Спустя два года, когда Сима носила под сердцем своего первенца и по какой-то непонятной стыдливости предпочитала сидеть дома, не показываясь на людях, она раскрыла и синюю папку и перепуганно захлопнула ее, прочитав название рукописи, выведенное четким каллиграфическим почерком, свидетельствующим о твердости руки: «Житие святого Глеба». Оно испугало Симу показавшейся ей принадлежностью к писаниям о святых, литературе, чтение которой могло вызвать неправильные толки и испортить ее юную репутацию. И хотя подзаголовок «роман-воспоминание» говорил об ином (прочитав к этому времени несколько так называемых романов, Сима уже знала, что о святых в них не пишут), она уже поняла, что в нем рассказывается о русском писателе Глебе Успенском. Смутное ожидание какой-то подстерегающей ее опасности заставило Симу вернуть папку в темный угол под кроватью.

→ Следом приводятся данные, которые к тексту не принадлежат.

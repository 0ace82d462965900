"""SSP 1.0 parameter values (``.ssv``): one FMU for every build.

Writes a parameter set's mode values as an SSP 1.0 SystemStructureParameterValues file and reads
one back (validated against the schema) to apply to an FMU or a parameter set.
"""
from __future__ import annotations

import math
import os
from functools import lru_cache
from pathlib import Path
from typing import Mapping, Sequence
from xml.etree import ElementTree as ET

from ..fileio import atomic_write, check_output_path
from ..errors import InputError, ParameterError, Problem, did_you_mean
from ..params import (MODE_VALUE_NAMES, ParameterSet, check_mode_values,
                     load_parameter_set)
from ..params.names import (STEPS_PER_PERIOD, mode_prefix, mode_value_names, mode_value_pattern,
                            parse_name)
from ..params.rules import RULES_BY_NAME
from .variables import UNITS, variable_table

from .build import default_output_path, format_real
from .bundle import jointfmu_version
from .info import read_fmu_info

__all__ = [
    "SSV_NS",
    "SSC_NS",
    "parameter_values_ssv",
    "ssp_schema",
    "ssv_document",
    "units_element",
    "write_ssv",
    "read_parameter_values",
    "with_parameter_values",
]

# ----------------------------------------------------------------------- SSP parameter values
SSV_NS = "http://ssp-standard.org/SSP1/SystemStructureParameterValues"
SSC_NS = "http://ssp-standard.org/SSP1/SystemStructureCommon"


def units_element(parent: ET.Element, tag: str, units: Mapping[str, Mapping[str, int]]
                  ) -> ET.Element:
    """Append the SSP 1.0 unit definitions (``ssc:Unit`` with its ``ssc:BaseUnit`` exponents,
    SystemStructureCommon.xsd ``TUnits``) of ``units`` to ``parent`` as element ``tag``
    (``ssv:Units`` or ``ssd:Units``), sorted by name."""
    c = f"{{{SSC_NS}}}"
    ulist = ET.SubElement(parent, tag)
    for name in sorted(units):
        u = ET.SubElement(ulist, c + "Unit", name=name)
        ET.SubElement(u, c + "BaseUnit", {k: str(e) for k, e in units[name].items()})
    return ulist


def ssv_document(name: str, description: str,
                 parameters: Sequence[tuple[str, float, str | None, str]],
                 units: Mapping[str, Mapping[str, int]], *, author: str | None = None,
                 annotation: tuple[str, str, Mapping[str, str]] | None = None) -> bytes:
    """An SSP 1.0 parameter-values document (``ssv:ParameterSet``) of Real parameters.

    Parameters
    ----------
    name, description : str
        Of the parameter set.
    parameters : sequence of (name, value, unit or None, description)
        In file order; ``unit`` None writes no ``unit`` attribute.
    units : mapping str -> mapping str -> int
        SI base-unit exponents (``ssc:BaseUnit``) of every unit named in ``parameters``.
    author : str, optional
    annotation : (type, tag, attributes), optional
        One ``ssc:Annotation`` of that type holding one element.

    Returns
    -------
    bytes
        UTF-8 XML.
    """
    ET.register_namespace("ssv", SSV_NS)
    ET.register_namespace("ssc", SSC_NS)
    v, c = f"{{{SSV_NS}}}", f"{{{SSC_NS}}}"
    root = ET.Element(v + "ParameterSet", {
        "version": "1.0", "name": name, "description": description,
        "generationTool": f"jointfmu {jointfmu_version()}",
    })
    if author:
        root.set("author", author)
    plist = ET.SubElement(root, v + "Parameters")
    used = set()
    for pname, value, unit, text in parameters:
        p = ET.SubElement(plist, v + "Parameter", name=pname, description=text)
        real = ET.SubElement(p, v + "Real", value=format_real(value))
        if unit is not None:
            real.set("unit", unit)
            used.add(unit)
    if used:
        units_element(root, v + "Units", {u: units[u] for u in used})
    if annotation is not None:
        kind, tag, attrs = annotation
        ann = ET.SubElement(ET.SubElement(root, v + "Annotations"), c + "Annotation", type=kind)
        ET.SubElement(ann, tag, dict(attrs))
    ET.indent(root)
    return ET.tostring(root, encoding="UTF-8", xml_declaration=True)


def parameter_values_ssv(params: ParameterSet) -> bytes:
    """The fitted mode values of a parameter set as an SSP 1.0 parameter-value file (.ssv).

    Parameter names are the FMU's parameter names (``mode[i].f0`` ... ``mode[i].joint.beta``), so
    an SSP tool can apply the file to any jointfmu FMU of the same structure.  SSP 1.0
    (SystemStructureCommon, ``TUnit``) needs a ``BaseUnit`` with integer exponents on every
    unit, so values in mass-normalized units (``Fs`` in N/kg^0.5) carry no ``unit`` attribute;
    their unit is in the parameter's description.

    Returns
    -------
    bytes
        UTF-8 XML.
    """
    parameters = [(var.name, var.start, var.unit if UNITS[var.unit] is not None else None,
                   f"{var.description} [{var.unit}]")
                  for var in variable_table(params) if var.kind == "parameter"]
    return ssv_document(
        params.set_id, f"fitted mode values of {params.set_id} "
                       f"(parameter-set sha256 {params.content_hash()})",
        parameters, {k: e for k, e in UNITS.items() if e is not None},
        author=params.provenance.fitted_by or None,
        annotation=("org.jointfmu.parameterset", "ParameterSet",
                    {"id": params.set_id, "contentHash": params.content_hash()}))


def write_ssv(params_path: str | os.PathLike, output: str | os.PathLike | None = None,
              *, cwd: Path | None = None) -> Path:
    """Write :func:`parameter_values_ssv` of a parameter file atomically.

    Default output: :func:`default_output_path` with the suffix ``.ssv``.
    """
    params = load_parameter_set(params_path)
    out = Path(output) if output is not None else \
        default_output_path(params, cwd).with_suffix(".ssv")
    if out.suffix.lower() != ".ssv":
        raise InputError(f"output {str(out)!r} must end in '.ssv'")
    check_output_path(out, "file", "output")
    with atomic_write(out, "wb") as f:
        f.write(parameter_values_ssv(params))
    return out


# ------------------------------------------------------------- applying SSP parameter values
_SSV_SCHEMA = "SystemStructureParameterValues.xsd"


@lru_cache(maxsize=None)
def ssp_schema(file_name: str):
    """An SSP 1.0 schema (``SystemStructureDescription.xsd``,
    ``SystemStructureParameterValues.xsd``...) as shipped with fmpy, which keeps the standard's
    schema files together (each imports ``SystemStructureCommon.xsd`` from the same folder).

    Returns
    -------
    lxml.etree.XMLSchema
    """
    from lxml import etree
    import fmpy.ssp.ssd as ssd

    return etree.XMLSchema(file=str(Path(ssd.__file__).resolve().parent / "schema" / file_name))


def _ssv_schema():
    return ssp_schema(_SSV_SCHEMA)


def _base_parameter_set(fmu_or_params) -> ParameterSet | None:
    if fmu_or_params is None or isinstance(fmu_or_params, ParameterSet):
        return fmu_or_params
    p = Path(fmu_or_params)
    return read_fmu_info(p)["params"] if p.suffix.lower() == ".fmu" else load_parameter_set(p)


def _allowed_parameters_text(n_modes: int | None) -> str:
    return f"{mode_value_pattern(n_modes)} and {STEPS_PER_PERIOD}"


def _mode_value(name: str):
    """(1-based mode, value name) of a mode-value name such as mode[2].joint.chi, else None."""
    parsed = parse_name(name)
    if parsed is None or parsed.kind != "mode_value":
        return None
    return parsed.mode, parsed.quantity


def read_parameter_values(path: str | os.PathLike, fmu_or_params=None) -> dict[str, float]:
    """Read an SSP 1.0 parameter-values file (.ssv) as FMU start values, checked.

    The file is validated against the SSP 1.0 schema ``SystemStructureParameterValues.xsd``
    (the copy shipped with fmpy); then every parameter must be a ``Real`` with a finite value,
    given once, named like an FMU parameter (``mode[i].f0`` ... ``mode[i].joint.beta``,
    ``steps_per_period``), with no ``unit`` or the FMU's unit (SSP unit conversion is not
    done).  With a structure to apply them to, the names must be parameters of its FMU and the
    values are checked with :meth:`ParameterSet.with_mode_values`, so an out-of-range value gets
    the message of ``jointfmu check``.  Without one, a mode whose six values are all given is
    range-checked on its own.

    Parameters
    ----------
    path : path-like
        The ``.ssv`` file.
    fmu_or_params : path-like or ParameterSet, optional
        A jointfmu FMU (``.fmu``), a parameter file, or a parameter set: the structure the
        values will be applied to.

    Returns
    -------
    dict of str -> float
        FMU parameter name -> value, in file order (FMU units: Hz, -, N/sqrt(kg), 1/s^2).

    Raises
    ------
    InputError
        The file cannot be read, is not XML, or is not a valid SSP 1.0 parameter-values file.
    ParameterError
        Listing every bad parameter (unknown name with the allowed names and a did-you-mean,
        non-Real type, non-finite value, repeated name, other unit, out of range).
    """
    from lxml import etree

    from ..physics.integrate import DEFAULT_STEPS_PER_PERIOD, MIN_STEPS_PER_PERIOD

    path = Path(path)
    src = str(path)
    what = "an SSP 1.0 parameter-values file (.ssv)"
    try:
        data = path.read_bytes()
    except OSError as exc:
        raise InputError(f"cannot read parameter-values file {src!r}: {exc}") from exc
    try:
        # no entity expansion, no network: the file may come from anywhere
        root = etree.fromstring(data, etree.XMLParser(resolve_entities=False, no_network=True))
    except etree.XMLSyntaxError as exc:
        raise InputError(f"{src!r} is not {what}: not well-formed XML ({exc})") from None
    expected_root = f"{{{SSV_NS}}}ParameterSet"
    if root.tag != expected_root:
        raise InputError(f"{src!r} is not {what}: its root element is {root.tag!r}; allowed is "
                         f"{expected_root!r} (ssv:ParameterSet)")
    schema = _ssv_schema()
    if not schema.validate(root):
        errs = [f"line {e.line}: {e.message}" for e in schema.error_log][:5]
        raise InputError(f"{src!r} is not {what}: it does not conform to the SSP 1.0 schema "
                         f"{_SSV_SCHEMA}: " + "; ".join(errs))

    base = _base_parameter_set(fmu_or_params)
    if base is not None:
        table = {v.name: v for v in variable_table(base) if v.is_parameter}
        allowed_text = (f"not a parameter of the FMU of {base.set_id}; allowed: "
                        + _allowed_parameters_text(base.n_modes))
    else:
        table, allowed_text = None, "not a jointfmu FMU parameter; allowed: " + \
            _allowed_parameters_text(None)
    names_for_hint = list(table) if table is not None else \
        mode_value_names(1) + [STEPS_PER_PERIOD]

    problems: list[Problem] = []
    values: dict[str, float] = {}
    overrides: dict[tuple[int, str], float] = {}
    for p in root.iterfind(f"{{{SSV_NS}}}Parameters/{{{SSV_NS}}}Parameter"):
        name = p.get("name")
        typed = [c for c in p if isinstance(c.tag, str) and c.tag.startswith(f"{{{SSV_NS}}}")]
        kind = typed[0].tag.split("}", 1)[1] if typed else "?"
        raw = typed[0].get("value") if typed else None
        if kind != "Real":
            problems.append(Problem(src, name, raw, f"is ssv:{kind}; jointfmu parameters are "
                                                    "ssv:Real"))
            continue
        # name and unit
        m = _mode_value(name)
        if table is not None:
            var = table.get(name)
            known = var is not None
            unit = var.unit if known else None
        else:
            known = m is not None or name == STEPS_PER_PERIOD
            unit = (RULES_BY_NAME[m[1]].unit if m else "1") if known else None
        if not known:
            problems.append(Problem(src, name, raw, allowed_text,
                                    did_you_mean(name, names_for_hint)))
            continue
        given_unit = typed[0].get("unit")
        if given_unit is not None and given_unit != unit:
            problems.append(Problem(src, name, raw, f"unit {given_unit!r}: allowed is {unit!r} or "
                                                    "no unit (no unit conversion is done)"))
            continue
        x = float(raw)  # the schema admits xs:double only: 1.5, 1e3, INF, -INF, NaN
        if not math.isfinite(x):
            problems.append(Problem(src, name, raw, "allowed are finite numbers"))
            continue
        if name in values:
            problems.append(Problem(src, name, raw, "given more than once; allowed is one "
                                                    "value per parameter"))
            continue
        values[name] = x
        if name == STEPS_PER_PERIOD:
            if x < MIN_STEPS_PER_PERIOD:
                problems.append(Problem(src, name, raw, f"must be a finite number >= "
                                        f"{MIN_STEPS_PER_PERIOD:g} (default "
                                        f"{DEFAULT_STEPS_PER_PERIOD:g})"))
        else:
            overrides[m] = x

    if base is not None and overrides:
        try:
            base.with_mode_values(overrides, source=src)
        except ParameterError as exc:
            problems += exc.problems
    elif overrides:
        per_mode: dict[int, dict[str, float]] = {}
        for (i, f), x in overrides.items():
            per_mode.setdefault(i, {})[f] = x
        for i, v in sorted(per_mode.items()):
            if set(v) == set(MODE_VALUE_NAMES):
                problems += check_mode_values(i, "", source=src, field_prefix=mode_prefix(i), **v)
    if problems:
        raise ParameterError(problems)
    return values


def with_parameter_values(params: ParameterSet, values: Mapping[str, float],
                          source: str = "FMU parameter") -> ParameterSet:
    """The parameter set an FMU of ``params`` runs with these start values.

    Parameters
    ----------
    params : ParameterSet
        The FMU's own (bundled) parameter set.
    values : mapping str -> float
        FMU parameter name -> value, e.g. from :func:`read_parameter_values`.
        ``steps_per_period`` is a solver setting, not a parameter-set value, and is left out.
    source : str
        Names the origin of the values in error messages.

    Returns
    -------
    ParameterSet

    Raises
    ------
    ParameterError
        An unknown name or an out-of-range value (messages of ``jointfmu check``).
    """
    overrides: dict[tuple[int, str], float] = {}
    problems: list[Problem] = []
    for name, x in values.items():
        m = _mode_value(name)
        if m:
            overrides[m] = x
        elif name != STEPS_PER_PERIOD:
            problems.append(Problem(source, name, x, "not a jointfmu FMU parameter; allowed: "
                                    + _allowed_parameters_text(params.n_modes)))
    if problems:
        raise ParameterError(problems)
    return params.with_mode_values(overrides, source=source)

А когда еще спустя полгода (тогда она кормила своего первенца Володю грудью) к ней пришел какой-то невысокий седовласый мужчина, который сразу же почему-то олицетворил в Симином сознании профессора, и поинтересовался, не осталось ли от Ивана Силыча каких-нибудь бумаг (книги его она к этому времени уже распродала, а бумаги в соответствии с завещательной запиской предала огню), Сима с легким сердцем отдала ему эту смущавшую ее покой синюю папку. Дневниковые же тетрадки остались при ней и очень пригодились во время блокады для растопки крохотной буржуйки, которую смастерили ей на бывшей работе мужа.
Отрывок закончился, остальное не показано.